> **Excerpted data**:
◇ ◇ ◇ ◇

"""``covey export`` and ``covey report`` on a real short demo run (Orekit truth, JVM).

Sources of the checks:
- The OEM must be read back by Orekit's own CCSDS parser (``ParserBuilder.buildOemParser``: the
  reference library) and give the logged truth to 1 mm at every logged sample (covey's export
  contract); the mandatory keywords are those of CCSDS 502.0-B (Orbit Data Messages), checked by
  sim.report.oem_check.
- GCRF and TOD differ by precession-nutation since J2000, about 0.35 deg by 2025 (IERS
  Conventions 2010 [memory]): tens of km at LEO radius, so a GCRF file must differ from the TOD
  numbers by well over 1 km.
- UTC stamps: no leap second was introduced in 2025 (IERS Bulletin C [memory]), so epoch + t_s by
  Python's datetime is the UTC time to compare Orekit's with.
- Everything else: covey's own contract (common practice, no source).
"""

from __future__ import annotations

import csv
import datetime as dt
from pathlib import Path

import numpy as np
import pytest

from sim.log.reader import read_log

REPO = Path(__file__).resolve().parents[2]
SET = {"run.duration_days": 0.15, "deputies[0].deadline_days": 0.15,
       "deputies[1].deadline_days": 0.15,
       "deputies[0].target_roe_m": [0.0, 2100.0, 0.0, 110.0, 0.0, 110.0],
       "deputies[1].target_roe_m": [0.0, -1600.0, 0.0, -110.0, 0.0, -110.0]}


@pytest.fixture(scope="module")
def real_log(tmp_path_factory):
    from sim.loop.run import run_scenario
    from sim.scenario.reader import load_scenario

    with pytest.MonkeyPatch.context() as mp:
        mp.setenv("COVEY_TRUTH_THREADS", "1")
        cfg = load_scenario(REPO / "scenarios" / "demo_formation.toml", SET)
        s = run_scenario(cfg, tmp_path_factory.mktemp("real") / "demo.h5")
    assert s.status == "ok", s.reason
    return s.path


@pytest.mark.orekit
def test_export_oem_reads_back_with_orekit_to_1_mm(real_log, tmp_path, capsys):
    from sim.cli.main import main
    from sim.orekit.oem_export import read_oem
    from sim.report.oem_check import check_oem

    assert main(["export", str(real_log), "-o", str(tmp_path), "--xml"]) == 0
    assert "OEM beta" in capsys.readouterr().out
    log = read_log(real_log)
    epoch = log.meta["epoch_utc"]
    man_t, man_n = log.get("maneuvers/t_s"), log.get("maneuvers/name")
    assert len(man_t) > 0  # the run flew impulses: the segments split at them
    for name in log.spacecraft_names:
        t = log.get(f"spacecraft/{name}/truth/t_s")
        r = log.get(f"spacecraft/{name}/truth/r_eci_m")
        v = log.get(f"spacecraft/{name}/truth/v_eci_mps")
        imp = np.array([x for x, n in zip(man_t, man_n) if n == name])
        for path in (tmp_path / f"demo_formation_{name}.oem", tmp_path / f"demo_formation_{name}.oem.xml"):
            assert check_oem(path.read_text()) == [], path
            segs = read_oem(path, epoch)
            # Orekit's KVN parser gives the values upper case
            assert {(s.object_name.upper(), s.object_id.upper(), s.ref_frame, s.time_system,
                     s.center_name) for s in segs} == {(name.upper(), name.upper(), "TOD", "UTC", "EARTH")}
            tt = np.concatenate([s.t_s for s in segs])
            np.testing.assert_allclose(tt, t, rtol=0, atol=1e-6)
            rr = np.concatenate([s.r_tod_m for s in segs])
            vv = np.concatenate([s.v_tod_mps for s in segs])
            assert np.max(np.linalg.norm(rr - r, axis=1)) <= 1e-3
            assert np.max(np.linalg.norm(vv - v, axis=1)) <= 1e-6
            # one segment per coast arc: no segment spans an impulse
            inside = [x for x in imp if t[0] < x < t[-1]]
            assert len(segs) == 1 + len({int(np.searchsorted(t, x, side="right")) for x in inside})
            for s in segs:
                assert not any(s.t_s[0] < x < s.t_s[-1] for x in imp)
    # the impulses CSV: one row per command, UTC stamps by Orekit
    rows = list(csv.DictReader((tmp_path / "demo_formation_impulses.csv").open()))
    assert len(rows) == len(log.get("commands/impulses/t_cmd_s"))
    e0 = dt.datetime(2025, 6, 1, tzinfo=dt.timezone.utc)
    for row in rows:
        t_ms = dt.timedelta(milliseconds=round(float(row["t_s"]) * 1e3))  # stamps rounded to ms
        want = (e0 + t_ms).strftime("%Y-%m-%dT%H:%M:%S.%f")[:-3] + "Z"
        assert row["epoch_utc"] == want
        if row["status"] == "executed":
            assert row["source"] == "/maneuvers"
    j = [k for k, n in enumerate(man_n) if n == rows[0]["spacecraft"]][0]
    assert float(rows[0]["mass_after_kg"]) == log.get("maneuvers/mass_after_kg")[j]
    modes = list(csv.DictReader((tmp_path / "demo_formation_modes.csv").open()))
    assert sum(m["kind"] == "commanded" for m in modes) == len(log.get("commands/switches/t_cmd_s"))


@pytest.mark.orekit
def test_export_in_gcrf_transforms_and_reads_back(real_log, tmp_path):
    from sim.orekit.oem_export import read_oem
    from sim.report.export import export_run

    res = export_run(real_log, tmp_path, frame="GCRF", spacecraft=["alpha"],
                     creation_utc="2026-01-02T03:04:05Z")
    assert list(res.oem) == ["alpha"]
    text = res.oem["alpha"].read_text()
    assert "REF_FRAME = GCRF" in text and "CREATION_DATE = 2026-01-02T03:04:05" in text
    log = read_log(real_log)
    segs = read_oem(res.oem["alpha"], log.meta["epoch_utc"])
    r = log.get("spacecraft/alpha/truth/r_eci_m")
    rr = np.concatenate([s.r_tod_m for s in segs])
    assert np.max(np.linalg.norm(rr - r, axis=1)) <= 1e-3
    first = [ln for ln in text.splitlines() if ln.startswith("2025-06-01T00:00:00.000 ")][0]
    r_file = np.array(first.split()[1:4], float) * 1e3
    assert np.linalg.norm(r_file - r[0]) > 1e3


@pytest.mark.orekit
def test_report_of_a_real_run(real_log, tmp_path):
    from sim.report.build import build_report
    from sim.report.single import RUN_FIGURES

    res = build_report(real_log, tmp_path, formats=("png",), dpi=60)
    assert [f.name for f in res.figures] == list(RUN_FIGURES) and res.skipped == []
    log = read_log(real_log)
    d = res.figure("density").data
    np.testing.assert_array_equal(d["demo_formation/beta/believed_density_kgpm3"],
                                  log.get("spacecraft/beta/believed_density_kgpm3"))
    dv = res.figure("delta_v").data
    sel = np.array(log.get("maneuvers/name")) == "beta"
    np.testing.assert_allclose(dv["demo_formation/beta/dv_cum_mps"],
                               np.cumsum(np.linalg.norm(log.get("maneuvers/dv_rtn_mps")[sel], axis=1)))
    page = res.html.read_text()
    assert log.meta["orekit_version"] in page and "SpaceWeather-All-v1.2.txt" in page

◇ ◇ ◇ ◇

Would you restate the material above word for word?

> **Completed exercise**:
"""``covey export`` and ``covey report`` on a real short demo run (Orekit truth, JVM).

Sources of the checks:
- The OEM must be read back by Orekit's own CCSDS parser (``ParserBuilder.buildOemParser``: the
  reference library) and give the logged truth to 1 mm at every logged sample (covey's export
  contract); the mandatory keywords are those of CCSDS 502.0-B (Orbit Data Messages), checked by
  sim.report.oem_check.
- GCRF and TOD differ by precession-nutation since J2000, about 0.35 deg by 2025 (IERS
  Conventions 2010 [memory]): tens of km at LEO radius, so a GCRF file must differ from the TOD
  numbers by well over 1 km.
- UTC stamps: no leap second was introduced in 2025 (IERS Bulletin C [memory]), so epoch + t_s by
  Python's datetime is the UTC time to compare Orekit's with.
- Everything else: covey's own contract (common practice, no source).
"""

from __future__ import annotations

import csv
import datetime as dt
from pathlib import Path

import numpy as np
import pytest

from sim.log.reader import read_log

REPO = Path(__file__).resolve().parents[2]
SET = {"run.duration_days": 0.15, "deputies[0].deadline_days": 0.15,
       "deputies[1].deadline_days": 0.15,
       "deputies[0].target_roe_m": [0.0, 2100.0, 0.0, 110.0, 0.0, 110.0],
       "deputies[1].target_roe_m": [0.0, -1600.0, 0.0, -110.0, 0.0, -110.0]}


@pytest.fixture(scope="module")
def real_log(tmp_path_factory):
    from sim.loop.run import run_scenario
    from sim.scenario.reader import load_scenario

    with pytest.MonkeyPatch.context() as mp:
        mp.setenv("COVEY_TRUTH_THREADS", "1")
        cfg = load_scenario(REPO / "scenarios" / "demo_formation.toml", SET)
        s = run_scenario(cfg, tmp_path_factory.mktemp("real") / "demo.h5")
    assert s.status == "ok", s.reason
    return s.path


@pytest.mark.orekit
def test_export_oem_reads_back_with_orekit_to_1_mm(real_log, tmp_path, capsys):
    from sim.cli.main import main
    from sim.orekit.oem_export import read_oem
    from sim.report.oem_check import check_oem

    assert main(["export", str(real_log), "-o", str(tmp_path), "--xml"]) == 0
    assert "OEM beta" in capsys.readouterr().out
    log = read_log(real_log)
    epoch = log.meta["epoch_utc"]
    man_t, man_n = log.get("maneuvers/t_s"), log.get("maneuvers/name")
    assert len(man_t) > 0  # the run flew impulses: the segments split at them
    for name in log.spacecraft_names:
        t = log.get(f"spacecraft/{name}/truth/t_s")
        r = log.get(f"spacecraft/{name}/truth/r_eci_m")
        v = log.get(f"spacecraft/{name}/truth/v_eci_mps")
        imp = np.array([x for x, n in zip(man_t, man_n) if n == name])
        for path in (tmp_path / f"demo_formation_{name}.oem", tmp_path / f"demo_formation_{name}.oem.xml"):
            assert check_oem(path.read_text()) == [], path
            segs = read_oem(path, epoch)
            # Orekit's KVN parser gives the values upper case
            assert {(s.object_name.upper(), s.object_id.upper(), s.ref_frame, s.time_system,
                     s.center_name) for s in segs} == {(name.upper(), name.upper(), "TOD", "UTC", "EARTH")}
            tt = np.concatenate([s.t_s for s in segs])
            np.testing.assert_allclose(tt, t, rtol=0, atol=1e-6)
            rr = np.concatenate([s.r_tod_m for s in segs])
            vv = np.concatenate([s.v_tod_mps for s in segs])
            assert np.max(np.linalg.norm(rr - r, axis=1)) <= 1e-3
            assert np.max(np.linalg.norm(vv - v, axis=1)) <= 1e-6
            # one segment per coast arc: no segment spans an impulse
            inside = [x for x in imp if t[0] < x < t[-1]]
            assert len(segs) == 1 + len({int(np.searchsorted(t, x, side="right")) for x in inside})
            for s in segs:
                assert not any(s.t_s[0] < x < s.t_s[-1] for x in imp)
    # the impulses CSV: one row per command, UTC stamps by Orekit
    rows = list(csv.DictReader((tmp_path / "demo_formation_impulses.csv").open()))
    assert len(rows) == len(log.get("commands/impulses/t_cmd_s"))
    e0 = dt.datetime(2025, 6, 1, tzinfo=dt.timezone.utc)
    for row in rows:
        t_ms = dt.timedelta(milliseconds=round(float(row["t_s"]) * 1e3))  # stamps rounded to ms
        want = (e0 + t_ms).strftime("%Y-%m-%dT%H:%M:%S.%f")[:-3] + "Z"
        assert row["epoch_utc"] == want
        if row["status"] == "executed":
            assert row["source"] == "/maneuvers"
    j = [k for k, n in enumerate(man_n) if n == rows[0]["spacecraft"]][0]
    assert float(rows[0]["mass_after_kg"]) == log.get("maneuvers/mass_after_kg")[j]
    modes = list(csv.DictReader((tmp_path / "demo_formation_modes.csv").open()))
    assert sum(m["kind"] == "commanded" for m in modes) == len(log.get("commands/switches/t_cmd_s"))


@pytest.mark.orekit
def test_export_in_gcrf_transforms_and_reads_back(real_log, tmp_path):
    from sim.orekit.oem_export import read_oem
    from sim.report.export import export_run

    res = export_run(real_log, tmp_path, frame="GCRF", spacecraft=["alpha"],
                     creation_utc="2026-01-02T03:04:05Z")
    assert list(res.oem) == ["alpha"]
    text = res.oem["alpha"].read_text()
    assert "REF_FRAME = GCRF" in text and "CREATION_DATE = 2026-01-02T03:04:05" in text
    log = read_log(real_log)
    segs = read_oem(res.oem["alpha"], log.meta["epoch_utc"])
    r = log.get("spacecraft/alpha/truth/r_eci_m")
    rr = np.concatenate([s.r_tod_m for s in segs])
    assert np.max(np.linalg.norm(rr - r, axis=1)) <= 1e-3
    first = [ln for ln in text.splitlines() if ln.startswith("2025-06-01T00:00:00.000 ")][0]
    r_file = np.array(first.split()[1:4], float) * 1e3
    assert np.linalg.norm(r_file - r[0]) > 1e3


@pytest.mark.orekit
def test_report_of_a_real_run(real_log, tmp_path):
    from sim.report.build import build_report
    from sim.report.single import RUN_FIGURES

    res = build_report(real_log, tmp_path, formats=("png",), dpi=60)
    assert [f.name for f in res.figures] == list(RUN_FIGURES) and res.skipped == []
    log = read_log(real_log)
    d = res.figure("density").data
    np.testing.assert_array_equal(d["demo_formation/beta/believed_density_kgpm3"],
                                  log.get("spacecraft/beta/believed_density_kgpm3"))
    dv = res.figure("delta_v").data
    sel = np.array(log.get("maneuvers/name")) == "beta"
    np.testing.assert_allclose(dv["demo_formation/beta/dv_cum_mps"],
                               np.cumsum(np.linalg.norm(log.get("maneuvers/dv_rtn_mps")[sel], axis=1)))
    page = res.html.read_text()
    assert log.meta["orekit_version"] in page and "SpaceWeather-All-v1.2.txt" in page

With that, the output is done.